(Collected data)
==*==
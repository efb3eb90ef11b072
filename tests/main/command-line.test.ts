import { mkdir, readdir, readFile, writeFile } from "node:fs/promises";
import { join } from "node:path";
import { afterEach, beforeEach, describe, expect, it } from "vitest";
import { Cancelled } from "../../app/base/index.ts";
import { resultSchema } from "../../app/protocol/index.ts";
import { makeInlineRunner } from "../../main/services/index.ts";
import { analysed, makeBench, resultFor, type Bench, type BenchOptions } from "./command-line-bench.ts";

let bench: Bench;
const remake = async (options: BenchOptions): Promise<void> => {
  await bench.remove();
  bench = await makeBench(options);
};
const put = (name: string, text: string): Promise<void> => writeFile(join(bench.folder, name), text);
const get = (name: string): Promise<string> => readFile(join(bench.folder, name), "utf8");
const list = async (name = "."): Promise<string[]> => (await readdir(join(bench.folder, name))).sort();

beforeEach(async () => {
  bench = await makeBench();
});
afterEach(() => bench.remove());
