import { readFile } from "node:fs/promises";
import { resolve } from "node:path";
import {
  choicesFromSetting,
  composeChoices,
  resolveProtocol,
  wordProtocolIssue,
  type Protocol,
  type ProtocolInput,
} from "../../app/protocol/index.ts";
import { reasonInWords } from "../services/index.ts";
import { UsageError } from "./exit-status.ts";

export interface ChoiceOptions {
  readonly protocol?: string;
  readonly material?: string;
  readonly set: readonly string[];
}

export interface Choices {
  /** As written, for the task. */
  readonly choices: unknown;
  /** Spelled out, for the file beside the result. */
  readonly protocol: Protocol;
}

/** Later settings win, `--set` over `--material` over `--protocol`; whatever is wrong with them is wrong usage. */
export async function readChoices(options: ChoiceOptions, workingFolder: string): Promise<Choices> {
  const file =
    options.protocol === undefined
      ? null
      : await readProtocolFile(resolve(workingFolder, options.protocol), options.protocol);
  const settings = options.set.map((setting): ProtocolInput => {
    const choices = choicesFromSetting(setting);
    if (choices === null)
      throw new UsageError(`--set ${setting}: expected key=value, for example --set axis.medium=vacuum`);
    return choices;
  });
  const choices = composeChoices(file, options.material ?? null, settings);
  const protocol = resolveProtocol(choices);
  if (protocol.ok) return { choices, protocol: protocol.value };
  throw new UsageError(
    protocol.issues
      .map(wordProtocolIssue)
      .map(({ message, remedy }) => `${message}; ${remedy}`)
      .join("\nrungline: "),
  );
}

async function readProtocolFile(path: string, shown: string): Promise<unknown> {
  let text: string;
  try {
    text = await readFile(path, "utf8");
  } catch (cause) {
    throw new UsageError(`--protocol ${shown}: ${reasonInWords(cause)}`);
  }
  try {
    return JSON.parse(text.replace(/^\uFEFF/, ""));
  } catch (cause) {
    throw new UsageError(`--protocol ${shown}: not JSON (${cause instanceof Error ? cause.message : ""})`);
  }
}
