import { describe, expect, test } from "vitest";
import { NO_WATCH } from "../../../app/base/index.ts";
import { solveGeneral, solveSeparable } from "../../../app/solve/index.ts";
import type { GeneralProblem, SeparableProblem, SeparableSolution } from "../../../app/solve/index.ts";
import { lineProblem, TWO_LINES } from "./lines.ts";

const START = Float64Array.from([-0.22, 0.2, 0.42, 0.14]);

function sigmas(solution: SeparableSolution): number[] {
  const n = solution.theta.length + solution.coefficients.length;
  return Array.from({ length: n }, (_, i) => Math.sqrt(solution.covariance[i * n + i]!));
}

function all(solution: SeparableSolution): number[] {
  return [...solution.theta, ...solution.coefficients];
}

/** The same problem with every parameter in the nonlinear vector. */
function general(problem: SeparableProblem): GeneralProblem {
  const { rows: m, nonlinear: p, linear: k } = problem;
  const phi = new Float64Array(m * k);
  return {
    rows: m,
    parameters: p + k,
    data: problem.data,
    weights: problem.weights,
    model: (t, out) => {
      problem.columns(t.subarray(0, p), phi);
      for (let i = 0; i < m; i++) {
        out[i] = 0;
        for (let j = 0; j < k; j++) out[i] = out[i]! + t[p + j]! * phi[j * m + i]!;
      }
    },
    jacobian: (t, out) => {
      problem.columns(t.subarray(0, p), phi);
      problem.derivatives(t.subarray(0, p), t.subarray(p), out.subarray(0, m * p));
      out.set(phi, m * p);
    },
  };
}

describe("separable least squares", () => {
  test("returns the generating parameters of data without noise", () => {
    const { problem, theta, c } = lineProblem(400, TWO_LINES, 0, 1);
    const solution = solveSeparable(problem, START);
    expect(solution.converged).toBe(true);
    // Derived: exact data, so the only error is rounding
    solution.theta.forEach((v, j) => expect(v).toBeCloseTo(theta[j]!, 11));
    solution.coefficients.forEach((v, j) => expect(v).toBeCloseTo(c[j]!, 11));
    expect(solution.degreesOfFreedom).toBe(400 - 9);
  });

  test("agrees with the general solver, in values, covariance and chi square", () => {
    const { problem } = lineProblem(400, TWO_LINES, 0.02, 2);
    const tight = { costTolerance: 0, gradientTolerance: 1e-12 };
    const separable = solveSeparable(problem, START, tight);
    const joint = solveGeneral(general(problem), Float64Array.from([...START, 1, 1, 0, 0, 0]), tight);
    expect(separable.converged && joint.converged).toBe(true);
    const s = sigmas(separable);
    // Derived: both minimise the same sum
    all(separable).forEach((v, i) => expect(Math.abs(v - joint.theta[i]!)).toBeLessThan(1e-8 * s[i]!));
    separable.covariance.forEach((v, i) =>
      expect(Math.abs(v - joint.covariance[i]!)).toBeLessThan(1e-7 * s[i % 9]! * s[Math.floor(i / 9)]!),
    );
    expect(separable.chi2 / joint.chi2).toBeCloseTo(1, 12);
  });

  test("normal equations, orthogonal steering and thinned steering end at the same point", () => {
    const { problem } = lineProblem(6000, TWO_LINES, 0.02, 3);
    const reference = solveSeparable(problem, START, { steering: "orthogonal" });
    const s = sigmas(reference);
    for (const options of [
      { steering: "normal" },
      { steering: "auto" },
      { stride: 5 },
      { stride: 40 },
    ] as const) {
      const solution = solveSeparable(problem, START, options);
      expect(solution.converged).toBe(true);
      // Derived: the matrix only steers, the gradient of every row decides
      all(solution).forEach((v, i) => expect(Math.abs(v - all(reference)[i]!)).toBeLessThan(1e-4 * s[i]!));
      sigmas(solution).forEach((v, i) => expect(v / s[i]!).toBeCloseTo(1, 4));
    }
  });

  test("fitted values and residuals belong to the reported parameters", () => {
    const { problem } = lineProblem(300, TWO_LINES, 0.02, 4);
    const weights = Float64Array.from(problem.weights, (w, i) => (i % 3 === 0 ? 0 : w));
    const solution = solveSeparable({ ...problem, weights }, START);
    const phi = new Float64Array(300 * 5);
    problem.columns(solution.theta, phi);
    let chi2 = 0;
    for (let i = 0; i < 300; i++) {
      let model = 0;
      for (let j = 0; j < 5; j++) model += solution.coefficients[j]! * phi[j * 300 + i]!;
      expect(solution.fitted[i]!).toBeCloseTo(model, 13);
      expect(solution.residuals[i]!).toBeCloseTo((problem.data[i]! - model) * weights[i]!, 9);
      chi2 += solution.residuals[i]! ** 2;
    }
    expect(solution.chi2).toBeCloseTo(chi2, 8);
    expect(solution.degreesOfFreedom).toBe(200 - 9);
  });

  test("a row with weight 0 may hold NaN in data, columns and derivatives", () => {
    const { problem } = lineProblem(300, TWO_LINES, 0.02, 5);
    const weights = Float64Array.from(problem.weights, (w, i) => (i < 20 ? 0 : w));
    const spoil = (inner: (out: Float64Array) => void, out: Float64Array): void => {
      inner(out);
      for (let at = 0; at < out.length; at++) if (at % 300 < 20) out[at] = NaN;
    };
    const broken: SeparableProblem = {
      ...problem,
      weights,
      data: problem.data.map((v, i) => (i < 20 ? NaN : v)),
      columns: (t, phi) => spoil((out) => problem.columns(t, out), phi),
      derivatives: (t, c, out) => spoil((inner) => problem.derivatives(t, c, inner), out),
    };
    const clean = solveSeparable({ ...problem, weights }, START);
    const solution = solveSeparable(broken, START);
    expect(solution.converged).toBe(true);
    expect([...solution.theta]).toEqual([...clean.theta]);
    expect(solution.residuals[3]).toBe(0);
  });

  test("neither the order of rows nor the unit of the data or of a parameter changes the answer", () => {
    const { problem, x } = lineProblem(300, TWO_LINES, 0.02, 6);
    const reference = solveSeparable(problem, START);
    const s = sigmas(reference);
    const turn = (out: Float64Array): void => {
      for (let from = 0; from < out.length; from += 300) out.subarray(from, from + 300).reverse();
    };
    const turned = solveSeparable(
      {
        ...problem,
        data: problem.data.slice().reverse(),
        columns: (t, phi) => {
          problem.columns(t, phi);
          turn(phi);
        },
        derivatives: (t, c, out) => {
          problem.derivatives(t, c, out);
          turn(out);
        },
      },
      START,
    );
    const unit = 1e6;
    const scaled = solveSeparable(
      {
        ...problem,
        data: problem.data.map((v) => v * 1e-9),
        weights: problem.weights.map((w) => w * 1e9),
        columns: (t, phi) =>
          problem.columns(
            t.map((v) => v / unit),
            phi,
          ),
        derivatives: (t, c, out) => {
          problem.derivatives(
            t.map((v) => v / unit),
            c,
            out,
          );
          for (let i = 0; i < out.length; i++) out[i] = out[i]! / unit;
        },
      },
      START.map((v) => v * unit),
    );
    expect(x.length).toBe(300);
    for (let j = 0; j < 4; j++) {
      // Derived: the same least-squares problem in other clothes
      expect(Math.abs(turned.theta[j]! - reference.theta[j]!)).toBeLessThan(1e-5 * s[j]!);
      expect(Math.abs(scaled.theta[j]! / unit - reference.theta[j]!)).toBeLessThan(1e-5 * s[j]!);
      expect(Math.sqrt(scaled.covariance[j * 9 + j]!) / unit / s[j]!).toBeCloseTo(1, 6);
    }
    expect(scaled.chi2 / reference.chi2).toBeCloseTo(1, 10);
  });

  test("pulls of seeded synthetic data have width one and chi square its expectation", () => {
    const runs = 300;
    const square = new Float64Array(9);
    const mean = new Float64Array(9);
    let chi2 = 0;
    for (let seed = 0; seed < runs; seed++) {
      const { problem, theta, c } = lineProblem(200, TWO_LINES, 0.03, 1000 + seed);
      const solution = solveSeparable(problem, theta);
      expect(solution.converged).toBe(true);
      const s = sigmas(solution);
      [...theta, ...c].forEach((v, i) => {
        const pull = (all(solution)[i]! - v) / s[i]!;
        square[i] = square[i]! + pull * pull;
        mean[i] = mean[i]! + pull;
      });
      chi2 += solution.chi2;
    }
    for (let i = 0; i < 9; i++) {
      // Derived: the width of 300 standard normal pulls is 1 +- 0.041, their mean 0 +- 0.058; four of each
      expect(Math.abs(Math.sqrt(square[i]! / runs) - 1)).toBeLessThan(0.165);
      expect(Math.abs(mean[i]! / runs)).toBeLessThan(0.235);
    }
    // Derived: mean of 300 chi squares of 191 degrees of freedom, 191 +- sqrt(2 191/300)
    expect(Math.abs(chi2 / runs - 191)).toBeLessThan(4 * Math.sqrt((2 * 191) / runs));
  });

  test("a model without nonlinear parameters is solved at once", () => {
    const m = 50;
    const solution = solveSeparable(
      {
        rows: m,
        nonlinear: 0,
        linear: 2,
        data: Float64Array.from({ length: m }, (_, i) => 3 - 2 * i),
        weights: new Float64Array(m).fill(1),
        columns: (_t, phi) => {
          for (let i = 0; i < m; i++) {
            phi[i] = 1;
            phi[m + i] = i;
          }
        },
        derivatives: () => undefined,
      },
      new Float64Array(0),
    );
    expect(solution.termination).toBe("gradient");
    // Derived: the data are exactly 3 - 2 i
    expect(solution.coefficients[0]!).toBeCloseTo(3, 12);
    expect(solution.coefficients[1]!).toBeCloseTo(-2, 12);
  });
});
==*==
Your assignment:
Restate word for word only the lines above from the line containing "expect(solution.degreesOfFreedom).toBe(200 - 9);" to the line containing "(i < 20 ? 0 : w));", both of them included.

Written reply:
    expect(solution.degreesOfFreedom).toBe(200 - 9);
  });

  test("a row with weight 0 may hold NaN in data, columns and derivatives", () => {
    const { problem } = lineProblem(300, TWO_LINES, 0.02, 5);
    const weights = Float64Array.from(problem.weights, (w, i) => (i < 20 ? 0 : w));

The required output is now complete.